Eine folgenschwere Entscheidung, denn das ist dort verboten, Christen werden im Iran verfolgt. Es kam zu Zusammenstößen mit der Polizei, dann verschwand der Trainer – Amin hörte nie wieder von ihm. Im Sommer 2018, ein Jahr nach der Konvertierung, musste der junge Iraner fliehen. Ein halbes Jahr lang war er unterwegs und dabei ganz auf sich allein gestellt, denn die Eltern und die Schwester sind im Iran geblieben.

»Über die Türkei bin ich mit einem Lastwagen nach Serbien gefahren, dann mit einem kleinen Boot nach Bosnien. Dann per Auto und zu Fuß nach Ost-Deutschland«, erinnert sich Amin. »Problematisch« sei die Flucht gewesen, erzählt er. Für eine detailiertere Schilderung fehlen ihm buchstäblich die Worte. Schließlich folgten Stationen in Neumünster, Boostedt und Gudow, bevor das Volleyball-Nachwuchstalent im Dezember 2018 in Wentorf ein neues Zuhause fand.

Inzwischen hat er schon gut Deutsch gelernt und bereits die ersten drei Sprachprüfungen bestanden, obwohl er bislang nur die Kurse für A1 und A2 absolvierte. Trotzdem möchte er den fehlenden B1-Kursus nachholen, er ist wissbegierig, will weiter lernen und danach gern eine Ausbildung zum Physiotherapeuten machen. Jedoch ist inzwischen seine Aufenthaltserlaubnis abgelaufen, gegen die drohende Abschiebung ist eine Klage anhängig.

Ablenkung von seinen Sorgen findet er beim Volleyball. »Das ist mein Lieblingssport«, erzählt Amin lachend.
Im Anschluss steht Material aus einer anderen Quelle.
/**
 * Linear growth of structure well inside the horizon, with smooth dark energy: D(a) with D = 1 today, and f = d ln D/d ln a,
 * for the solution that stays regular as a → 0. What clusters is cold matter and the part ρ − 3p of massive neutrinos.
 */
import type { Arm } from '../history/arm'
import { type Event, expansionAtEvent } from '../history/event'
import type { History } from '../history/history'
import type { Place } from '../history/place'
import { explodes, leadingExponent } from '../history/tail'
import { plainZone } from '../history/zone'
import { growThrough, type State, type Stretch, stateIn } from './growth-panels'
import { logContrastBefore, rateBefore, type Start, startOf } from './growth-start'
import { bounded, type Missing, missing, type Outcome } from './outcome'

interface Growth {
  readonly start: Start
  readonly past: readonly Stretch[]
  readonly today: State
  /** Computed when first asked for. */
  readonly future: () => readonly Stretch[]
}

const OUT_OF_RANGE = missing('growth there is outside the range of floating-point numbers')
const CONTRACTING = missing('growth is counted along the expansion, and this epoch lies on a contracting branch')
const AT_REST = missing('the expansion stands still here, so a slope by ln a is not defined')
const UNBOUNDED = missing('growth goes on without bound while the expansion comes to rest')

/** D over its value today. */
export function growthAt(history: History, event: Event): Outcome {
  const growth = growthOf(history)
  if ('because' in growth) return growth
  if (event.sign < 0) return CONTRACTING
  if (atRest(event.place) && event.place.arm.end.kind === 'double') return UNBOUNDED
  const { start, today } = growth
  const { N } = event.place
  const early = N < start.N && start.goodFrom === start.N
  const state = early ? beforePanels(start, N) : stateAt(growth, event)
  if (state === null) return OUT_OF_RANGE
  const value = state.contrast / today.contrast
  return value > 0 && Number.isFinite(value)
    ? bounded(value, value * Math.abs(state.error - today.error))
    : OUT_OF_RANGE
}

/** f = d ln D/d ln a. */
export function growthRateAt(history: History, event: Event): Outcome {
  const growth = growthOf(history)
  if ('because' in growth) return growth
  if (event.sign < 0) return CONTRACTING
  const { start } = growth
  const { N } = event.place
  if (N < start.N && start.goodFrom === start.N) return bounded(rateBefore(start, N), 1e-12 * rateBefore(start, N))
  const state = stateAt(growth, event)
  if (state === null) return OUT_OF_RANGE
  const e2 = expansionAtEvent(event)
  if (atRest(event.place) || !(e2 > 0)) return AT_REST
  const value = (state.flow * Math.exp(-2 * N)) / (Math.sqrt(e2) * state.contrast)
  return Number.isFinite(value) ? bounded(value, value * (state.error + roundingOf(event.place))) : OUT_OF_RANGE
}

const solved = new WeakMap<History, Growth | Missing>()

/** Once per history. */
function growthOf(history: History): Growth | Missing {
  let growth = solved.get(history)
  if (!growth) {
    growth = obstacleTo(history) ?? grow(history)
    solved.set(history, growth)
  }
  return growth
}

function obstacleTo({ past, origin }: History): Missing | null {
  const { coldMatter, states } = past.model.budget
  if (coldMatter === 0 && states.length === 0) return missing('there is no matter to cluster')
  if (origin.kind !== 'big-bang') return missing('growth starts from a big bang, and this expansion has none')
  if (explodes(past.model, -1) || (leadingExponent(past.model, -1) ?? 5) > 4) {
    return missing('something stiffer than radiation rules early, and all solutions are regular there')
  }
  return null
}

function grow({ past, future }: History): Growth {
  const start = startOf(past)
  const before = throughPast(past, start)
  const today = before[before.length - 1].end
  let ahead: readonly Stretch[] | null = null
  return { start, past: before, today, future: () => (ahead ??= throughFuture(future, today)) }
}

/** From the start to today, in ln a, broken where the law breaks. */
function throughPast({ model }: Arm, start: Start): readonly Stretch[] {
  const edges = [start.N, ...model.law.breaks.filter((N) => N > start.N && N < 0).sort((a, b) => a - b), 0]
  const stretches: Stretch[] = []
  let state = start.state
  for (let i = 0; i + 1 < edges.length; i++) {
    const stretch = growThrough(model, plainZone(model, 1, edges[i], edges[i + 1]), state)
    stretches.push(stretch)
    state = stretch.end
  }
  return stretches
}

function throughFuture({ model, panels }: Arm, today: State): readonly Stretch[] {
  const stretches: Stretch[] = []
  let state = today
  for (const zone of new Set(panels.map((one) => one.zone))) {
    const stretch = growThrough(model, zone, state)
    stretches.push(stretch)
    if (!stretch.whole) break
    state = stretch.end
  }
  return stretches
}

function beforePanels(start: Start, N: number): State {
  return { ...start.state, contrast: Math.exp(logContrastBefore(start, N)) }
}

/** The state at an event, and the zone and variable in which it stands. */
function stateAt(growth: Growth, { phase, place }: Event): State | null {
  if (phase === 'past') {
    if (place.N < growth.start.goodFrom) return null
    const stretch = growth.past.find((one) => place.N <= one.zone.to)
    return stretch ? stateIn(stretch, place.N) : null
  }
  const beyond = place.panel === place.arm.panels.length
  const { zone } = place.arm.panels[beyond ? place.panel - 1 : place.panel]
  const stretch = growth.future().find((one) => one.zone === zone)
  return stretch ? stateIn(stretch, beyond ? zone.variableAt(place.N) : place.s) : null
}

/** Relative rounding of 1/E at a place. */
const roundingOf = ({ arm, panel, s }: Place): number =>
  panel < arm.panels.length ? Number.EPSILON * arm.panels[panel].zone.conditioning(s) : 2 * Number.EPSILON

/** Does the arm come to rest here, at a turning point or a static state? */
const atRest = ({ arm, panel }: Place): boolean => arm.end.kind !== 'none' && panel === arm.panels.length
Hat er ein Erfolgsrezept? »Ich spiele einfach«, sagt Amin bescheiden. Mit Alexander Brüggmann vom SC Wentorf hat er sich gleich gut verstanden, auch privat. »Er hat mich sehr unterstützt.« Amin spielt mit ihm in der 2. Herrenmannschaft, die von Peter Wierich trainiert wird, der gemeinsam mit den weiteren Mannschaftsmitgliedern die Kosten für die rechtliche Beratung und das Klageverfahren trägt.

Als Trainer ist auch Amin ehrenamtlich im Einsatz: Seit einem halben Jahr trainiert er mit Alexander Brüggmann zweimal in der Woche die 16- bis 30-jährigen Volleyballdamen und außerdem leitet er das wöchentliche Training der Acht- bis 14-Jährigen in der Jugendmannschaft. »Es bringt Spaß zu sehen, wenn sie besser werden, neue Sachen lernen«, sagt er über seine Schützlinge. »Das ist interessant für mich.« Sprachprobleme gibt es beim Training nicht, die Volleyballer verständigen sich über ihren Sport.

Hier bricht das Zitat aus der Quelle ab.